Noah, Molson & Cash - the 3 puppies from the first Ontario meet are all pretty much the same size now around 65-70 lbs. 







Cash & Molson







Will & Sarah show up with Lucy!







Molson realized his girlfriend is in town and runs over for a kiss :smooch:







Maddie







Melissa picking all of the burrs out of Bailey's tail :doh:







Little Lucy







Scout







Melissa and Lucy







Bailey







Molson & Bailey







Maddie rolling in the dirt!







Noah and mommy







Molson







Molson & Noah trying to come up with a plan to get the water bottle back from Bailey!







Noah with his mommy again







Molson on the move







Lucy found someone her own size to play with! A 4-mth old Chocolate Lab puppy named Scarlett







Skoker







Lucy checking out what Molson's doing







Molson taking a break - telling me that he's ready to go home!







Lucy trying to eat the log!







Skoker with Lucy peeking over the log in the background!







Molson & Skoker







Skoker wanting someone to throw the ball (what else is new?)

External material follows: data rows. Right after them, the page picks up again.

def compare_campaigns(params_a: pd.DataFrame, params_b: pd.DataFrame, *, against: str = "level",
                      names: tuple[str, str] | None = None,
                      maps: tuple[OperatingMap, OperatingMap] | None = None) -> list[dict]:
    """Which parameters moved between two campaigns, where, and whether significantly.

    Parameters
    ----------
    params_a, params_b : pandas.DataFrame
        Rows of ``test_params`` for the older (A) and newer (B) campaign.
    against : str
        Level column.
    names : pair of str, optional
        Campaign names for the sentences; default from the ``campaign`` column.
    maps : pair of OperatingMap, optional
        The maps already built from ``params_a`` and ``params_b`` against ``against``
        (:func:`mapper.analysis.opmap.build_map`); built here when not given.

    Returns
    -------
    list of dict
        Per parameter: ``parameter, campaign_a, campaign_b, moved, levels`` (where it moved),
        ``level`` (where the change is largest in standard errors), ``value_a, value_b`` and
        ``change_at_level`` (relative) there, ``z``, ``change`` (relative, inverse-variance weighted over
        the compared levels), ``compared`` (per level: ``level, value_a, value_b, source_a, source_b,
        z``) and ``sentence``.
        With no shared range, one row with ``parameter=None`` says so.

    Notes
    -----
    The campaigns are compared at every tested level inside the shared range. At a level a campaign
    tested, its own tests speak (their pooled value and interval, outliers against the trend left
    out), so a trend shape that misses its tests cannot create a change; at a level only the other
    campaign tested, the trend of the map (:func:`mapper.analysis.opmap.build_map`) with its band
    stands in, unless that trend passes through every level mean (piecewise, or as many coefficients
    as levels: its course between levels is then unverified and the level is not compared, as long as
    some level is). A parameter moved where the difference exceeds, in combined standard errors, the
    two-sided Bonferroni point for all the comparisons made (every parameter at every level), so the
    comparison as a whole calls a change on an unchanged plant in at most about 5 % of cases.
    """
    name_a, name_b = names or (_campaign_name(params_a, "A"), _campaign_name(params_b, "B"))
    map_a, map_b = maps or (build_map(params_a, against=against), build_map(params_b, against=against))
    low, high = max(map_a.level_min, map_b.level_min), min(map_a.level_max, map_b.level_max)
    if low > high:
        return [{"parameter": None, "campaign_a": name_a, "campaign_b": name_b, "moved": None, "levels": [],
                 "sentence": (f"Campaigns {name_a} ({format_level(map_a.level_min)} to "
                              f"{format_level(map_a.level_max)}) and {name_b} ({format_level(map_b.level_min)} "
                              f"to {format_level(map_b.level_max)}) share no tested range; nothing to compare.")}]
    tested = np.array(map_a.levels + map_b.levels)
    span = max(map_a.level_max, map_b.level_max) - min(map_a.level_min, map_b.level_min)
    tolerance = max(0.02 * span, 0.005 * float(np.max(np.abs(tested))))
    labels = cluster_levels(tested, tolerance)
    levels = np.array(sorted(float(np.mean(tested[labels == k])) for k in range(labels.max() + 1)))
    levels = levels[(levels >= low - tolerance) & (levels <= high + tolerance)].clip(low, high)
    if levels.size == 0:
        levels = np.array([low])
    chosen = {}
    for name in COMPARED + ("gain_over_time_constant",):
        if name not in map_a.trends or name not in map_b.trends:
            continue
        pairs = [(float(level), _side(map_a, name, float(level), tolerance),
                  _side(map_b, name, float(level), tolerance)) for level in levels]
        pairs = [p for p in pairs if p[1] is not None and p[2] is not None]
        if not pairs:  # every level needs a trend whose course between levels is unverified: use it anyway
            pairs = [(float(level), _side(map_a, name, float(level), tolerance, any_trend=True),
                      _side(map_b, name, float(level), tolerance, any_trend=True)) for level in levels]
        chosen[name] = pairs
    # One family for the whole comparison: every parameter at every level compared.
    critical = bonferroni_point(sum(len(pairs) for pairs in chosen.values()))
    rows = []
    for name, pairs in chosen.items():
        used = np.array([p[0] for p in pairs])
        compared = []
        for level, (value_a, se_a, source_a), (value_b, se_b, source_b) in pairs:
            combined = math.hypot(se_a, se_b)
            score = (value_b - value_a) / combined if combined > 0 and np.isfinite(combined) else 0.0
            compared.append({"level": float(level), "value_a": float(value_a), "value_b": float(value_b),
                             "source_a": source_a, "source_b": source_b, "z": float(score),
                             "se": float(combined)})
        z = np.array([c["z"] for c in compared])
        va = np.array([c["value_a"] for c in compared])
        vb = np.array([c["value_b"] for c in compared])
        se = np.array([c.pop("se") for c in compared])
        with np.errstate(divide="ignore", invalid="ignore"):
            change = np.where(va != 0, (vb - va) / np.abs(va), np.nan)
            weight = np.where(np.isfinite(change) & (se > 0), (np.abs(va) / se) ** 2, 0.0)
        # Overall relative change: inverse-variance weighted over the compared levels.
        overall = float(np.sum(weight * np.nan_to_num(change)) / np.sum(weight)) if weight.sum() > 0 else math.nan
        moved_at = used[np.abs(z) > critical]
        k = int(np.argmax(np.abs(z)))
        unit = UNITS[name]
        label = LABELS[name].capitalize()
        if moved_at.size:
            where = ", ".join(format_level(v) for v in moved_at)
            sentence = (f"{label} moved between {name_a} and {name_b}: at {against} "
                        f"{format_level(used[k])} from {_fmt(va[k])}{unit} to {_fmt(vb[k])}{unit} "
                        f"({change[k]:+.0%}; {overall:+.0%} over the {used.size} compared levels); "
                        f"significant at {against} {where}.")
        else:
            sentence = (f"{label} did not move significantly between {name_a} and {name_b} over the shared "
                        f"range {format_level(low)} to {format_level(high)} (largest difference "
                        f"{change[k]:+.0%} at {against} {format_level(used[k])}, inside the uncertainty).")
        rows.append({"parameter": name, "campaign_a": name_a, "campaign_b": name_b,
                     "moved": bool(moved_at.size), "levels": [float(v) for v in moved_at],
                     "level": float(used[k]), "value_a": float(va[k]), "value_b": float(vb[k]),
                     "change": overall, "change_at_level": float(change[k]), "z": float(z[k]),
                     "compared": compared, "sentence": sentence})
    return rows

Molson is airborne! All 4 paws off the ground 







Molson, Skoker & Cash







Madison









I know there are many more pics to come from the others!


----------



## mm03gn (Sep 24, 2008)

Those are great Steph!! I took over 200 pictures - and was able to round it down to 58  They are all currently loading into Photobucket, so when I wake up from my nap I will share them! I got a GREAT one of you and Molson that you are just going to loooove!!


----------



## Oaklys Dad (Dec 28, 2005)

What a gorgeous sea of golden tails. It looks like the humans and goldens all had a great day. What fun.


----------



## Wendy427 (Apr 4, 2009)

what fabulous pics! Can't wait to see more!


----------



## Susan6953 (Jun 9, 2008)

It looks like a great time was had by all. No snow?


----------



## paula bedard (Feb 5, 2008)

Ike's officially jealous! Looks like everyone had a great time...though someone wouldn't leave Mom's side.... 
It's great to be able to put a pup's face to his name...or her's as it were.


----------



## hotel4dogs (Sep 29, 2008)

oh that just looks so wonderful! great photos!


----------



## mylissyk (Feb 25, 2007)

I get warm fuzzies just seeing the pictures, I bet you all had a wonderful time.


----------



## esSJay (Apr 13, 2009)

Susan6953 said:


> It looks like a great time was had by all. No snow?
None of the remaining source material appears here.